_What to do_
Copy out all lines bearing the word "medium" from the listing below.

_The data_

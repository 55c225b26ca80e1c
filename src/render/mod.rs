//! Renderers: turn result structs into bytes (terminal tables, CSV,
//! Parquet). No computation happens here; `output` owns the paths and atomic writes.

#[cfg(feature = "charts")]
pub mod charts;
pub mod files;
pub mod html;
pub mod output;
#[cfg(feature = "charts")]
pub mod png;
pub mod schedule;
pub mod table;
pub mod term;
pub mod text;

/// The snake_case name an enum has in JSON (`overlap`, `fixed`, `sharpe`),
/// so terminal, HTML and JSON use the same words.
pub fn label<T: serde::Serialize>(v: &T) -> String {
    serde_json::to_value(v)
        .ok()
        .and_then(|v| v.as_str().map(String::from))
        .unwrap_or_default()
}

/// Tier windows as "high 15/30, medium 5/10, low off".
pub fn windows_text(w: &crate::report::types::WindowSettings) -> String {
    let f = |x: Option<crate::report::types::Window>| {
        x.map_or("off".to_string(), |w| {
            format!("{}/{}", w.pre_min, w.post_min)
        })
    };
    format!(
        "high {}, medium {}, low {}",
        f(w.high),
        f(w.medium),
        f(w.low)
    )
}

/// A drawn chart with its caption: what the chart renderer hands the HTML
/// report.
pub struct Figure {
    /// File stem and anchor (`chart-ID.svg`).
    pub id: &'static str,
    /// One sentence under the chart.
    pub caption: String,
    /// The SVG document.
    pub svg: String,
}
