impl Sink {
    fn start_file(&mut self, index: u16, path: &Path, run: Option<String>) {
        self.file_index = index;
        self.file_name = path.display().to_string();
        // Named as a run only once a part shows the file has no run column
        // (a file with one would otherwise add an empty run).
        self.file_run_name = run;
        self.file_run = None;
        self.file_rows = 0;
    }

    /// Appends a part's rows; the part is left empty for reuse.
    fn absorb(&mut self, part: &mut Part, present: &[bool; 12]) {
        let t = &mut self.trades;
        let (n_before, n) = (t.len(), part.pnl.len());
        // Local names enter the global list in local id order (the order
        // they first appear), so names are numbered by first appearance in
        // the file, whatever the hash map's layout.
        let local = |names: &Interner, global: &mut Interner| -> Vec<u32> {
            let mut by_id: Vec<&str> = vec![""; names.len()];
            for (name, &id) in names {
                by_id[id as usize] = name;
            }
            by_id.into_iter().map(|name| intern(global, name)).collect()
        };
        let inst = local(&part.instrument_names, &mut self.instruments);
        t.instrument
            .extend(part.instrument.iter().map(|&i| inst[i as usize]));
        if present[RUN] {
            let runs = local(&part.run_names, &mut self.runs);
            t.run.extend(part.run.iter().map(|&i| runs[i as usize]));
        } else {
            if self.file_run.is_none()
                && let Some(name) = &self.file_run_name
            {
                self.file_run = Some(intern(&mut self.runs, name));
            }
            t.run
                .extend(std::iter::repeat_n(self.file_run.unwrap_or(0), n));
        }
        t.opened.extend_from_slice(&part.opened);
        t.closed.extend_from_slice(&part.closed);
        t.pnl.extend_from_slice(&part.pnl);
        // An optional column present in any file exists for all rows
        // (0 / NaN where a file lacks it).
        if present[SIDE] || t.side.is_some() {
            let v = t.side.get_or_insert_with(|| vec![0; n_before]);
            if present[SIDE] {
                v.extend_from_slice(&part.side)
            } else {
                v.extend(std::iter::repeat_n(0, n))
            }
        }
        for (k, values) in EXTRAS.zip(&part.extras) {
            let slot = extra_slot(t, k);
            if present[k] || slot.is_some() {
                let v = slot.get_or_insert_with(|| vec![f64::NAN; n_before]);
                if present[k] {
                    v.extend_from_slice(values)
                } else {
                    v.extend(std::iter::repeat_n(f64::NAN, n))
                }
            }
        }
        if !part.kept.is_empty() || !t.kept.is_empty() {
            let width = part.kept.len().max(t.kept.len());
            t.kept.resize_with(width, || vec![String::new(); n_before]);
            for (k, column) in t.kept.iter_mut().enumerate() {
                match part.kept.get_mut(k) {
                    Some(values) if values.len() == n => column.append(values),
                    _ => column.extend(std::iter::repeat_n(String::new(), n)),
                }
            }
        }
        t.file.extend(std::iter::repeat_n(self.file_index, n));
        let base = self.file_rows;
        t.row
            .extend(part.row.iter().map(|&r| (base + r as usize + 1) as u32));

        let s = &mut self.summary;
        s.rows_read += part.rows_read;
        s.rows_imported += n;
        s.log.rows_rejected += part.rejected;
        for (reason, c) in std::mem::take(&mut part.by_reason) {
            *s.log
                .rejected_by_reason
                .entry(reason.to_string())
                .or_default() += c;
        }
        for (index, e) in part.rejections.drain(..) {
            if s.log.rejections.len() >= KEEP_REJECTIONS {
                break;
            }
            s.log
                .rejections
                .push(e.at(&self.file_name, base + index + 1));
        }
        self.file_rows += part.rows_read;
        part.clear();
    }
}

_Your solution_
/// Tier windows as "high 15/30, medium 5/10, low off".
        "high {}, medium {}, low {}",
        f(w.medium),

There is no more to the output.